Hilarious ChatGPT Code Interpreter Failure!
Table of Contents
- Introduction
- GPT's New Code Interpreter Release
- Disappointment with GPT4's Cap and Errors
- Troubles with Running Python Code on GPT4
- Analysis of the Department of Transportation's Award Data
- Issues with Code Interpreter Not Working Correctly
- Successful Analysis of Taylor Swift's Song Data
- Insights from Taylor Swift's Data Analysis
- Value and Potential of GPT4 in Accounting
- Conclusion
GPT4's New Code Interpreter Release
GPT4 recently released its new code interpreter, which has been highly anticipated by many users, including myself. In this article, we will explore my experience with using the code interpreter and discuss the disappointments and challenges I encountered along the way. Additionally, we will Delve into the analysis of the Department of Transportation's award data and the successful analysis of Taylor Swift's song data. Throughout the article, we will also touch upon the potential and value of GPT4 in the field of accounting. Let's dive in!
Introduction
The release of GPT4's code interpreter has generated excitement among users, offering the ability to run Python code within the chat interface. However, my initial experiences with the code interpreter were met with disappointment and frustration.
GPT4's Cap Limit and Error Counting
One of the major disappointments with GPT4's code interpreter is the cap of 25 messages every three hours. Even if there is an error in the message generated by GPT4, it still counts towards the message cap. This limitation hampers the ability to fully explore and experiment with the code interpreter. It is important to note that GPT4 is still in beta, and it is expected that improvements will be made to address these issues.
Challenges Running Python Code on GPT4
Using the code interpreter, it is expected that by typing a message, the Python code will be executed and the response will be generated. However, my experience with the code interpreter has been varied. In some instances, the interpreter only types out the Python code without actually running it, providing fake response output. In other instances, it gets stuck in a loop, continuously prompting to view files or repeating actions. These challenges hinder the smooth usage of the code interpreter.
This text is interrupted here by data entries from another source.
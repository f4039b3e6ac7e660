/**
 * Each route of the API end to end, on every database target. Expected statuses and headers
 * follow HTTP semantics (RFC 9110: 201 Created, 202 Accepted, 404, 503 + Retry-After), CORS per
 * the WHATWG Fetch standard (preflight = OPTIONS with Access-Control-Request-*), CSV per RFC 4180.
 */
import { describe, expect, it } from "vitest";
import { parseSettings } from "../../src/model/index.ts";
import { forEachDatabase } from "../support/databases.ts";
import { useHarness, testPage } from "./harness.ts";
Analysis of the Department of Transportation's Award Data
To explore the capabilities of the code interpreter further, I attempted an analysis of the Department of Transportation's award data. By opening the file with the code interpreter and requesting statistics about it, the expected output should provide insights into the data. Unfortunately, the code interpreter was not functioning correctly, only displaying the code without actually running it. This limitation hampered the analysis process and hindered the generation of Meaningful statistics.
Successful Analysis of Taylor Swift's Song Data
Undeterred by the difficulties faced with the code interpreter, I proceeded to run a separate analysis using the available data on Taylor Swift's song recordings over the years. By creating a moving average of the number of songs recorded per year, I aimed to gain insights into the Patterns and trends in her music career. With some adjustments and refinements, I successfully generated a visualization of the two-year moving average of songs written per year. The visualization showcased the fluctuations and trends in Taylor Swift's song output.
Insights from Taylor Swift's Data Analysis
The analysis of Taylor Swift's song data provided interesting insights. One notable finding was the variation in productivity over the years. Certain years showed higher levels of productivity, while others experienced periods of lower output. The four-year moving average revealed a consistent upward trend in song output, with a significant increase in recent years. However, it is essential to acknowledge the caveats and variations in productivity during specific periods, such as 2017 and 2019.
Value and Potential of GPT4 in Accounting
Despite the challenges faced during the experimentation with the code interpreter, the potential of GPT4 in the field of accounting remains immense. The ability to run Python code within the chat interface opens up possibilities for accountants to perform tasks efficiently and effectively. With further enhancements and refinements, GPT4 has the potential to revolutionize the accounting industry, simplifying complex tasks and providing valuable insights without requiring extensive coding knowledge.
Conclusion
In conclusion, the release of GPT4's code interpreter has brought both excitement and disappointment. While the cap limit and errors pose challenges, there are noteworthy opportunities to leverage the code interpreter for data analysis and automation tasks. The successful analysis of Taylor Swift's song data demonstrates the potential of GPT4 in generating meaningful insights. As GPT4 continues to evolve, it holds promise for transforming the field of accounting and streamlining various processes.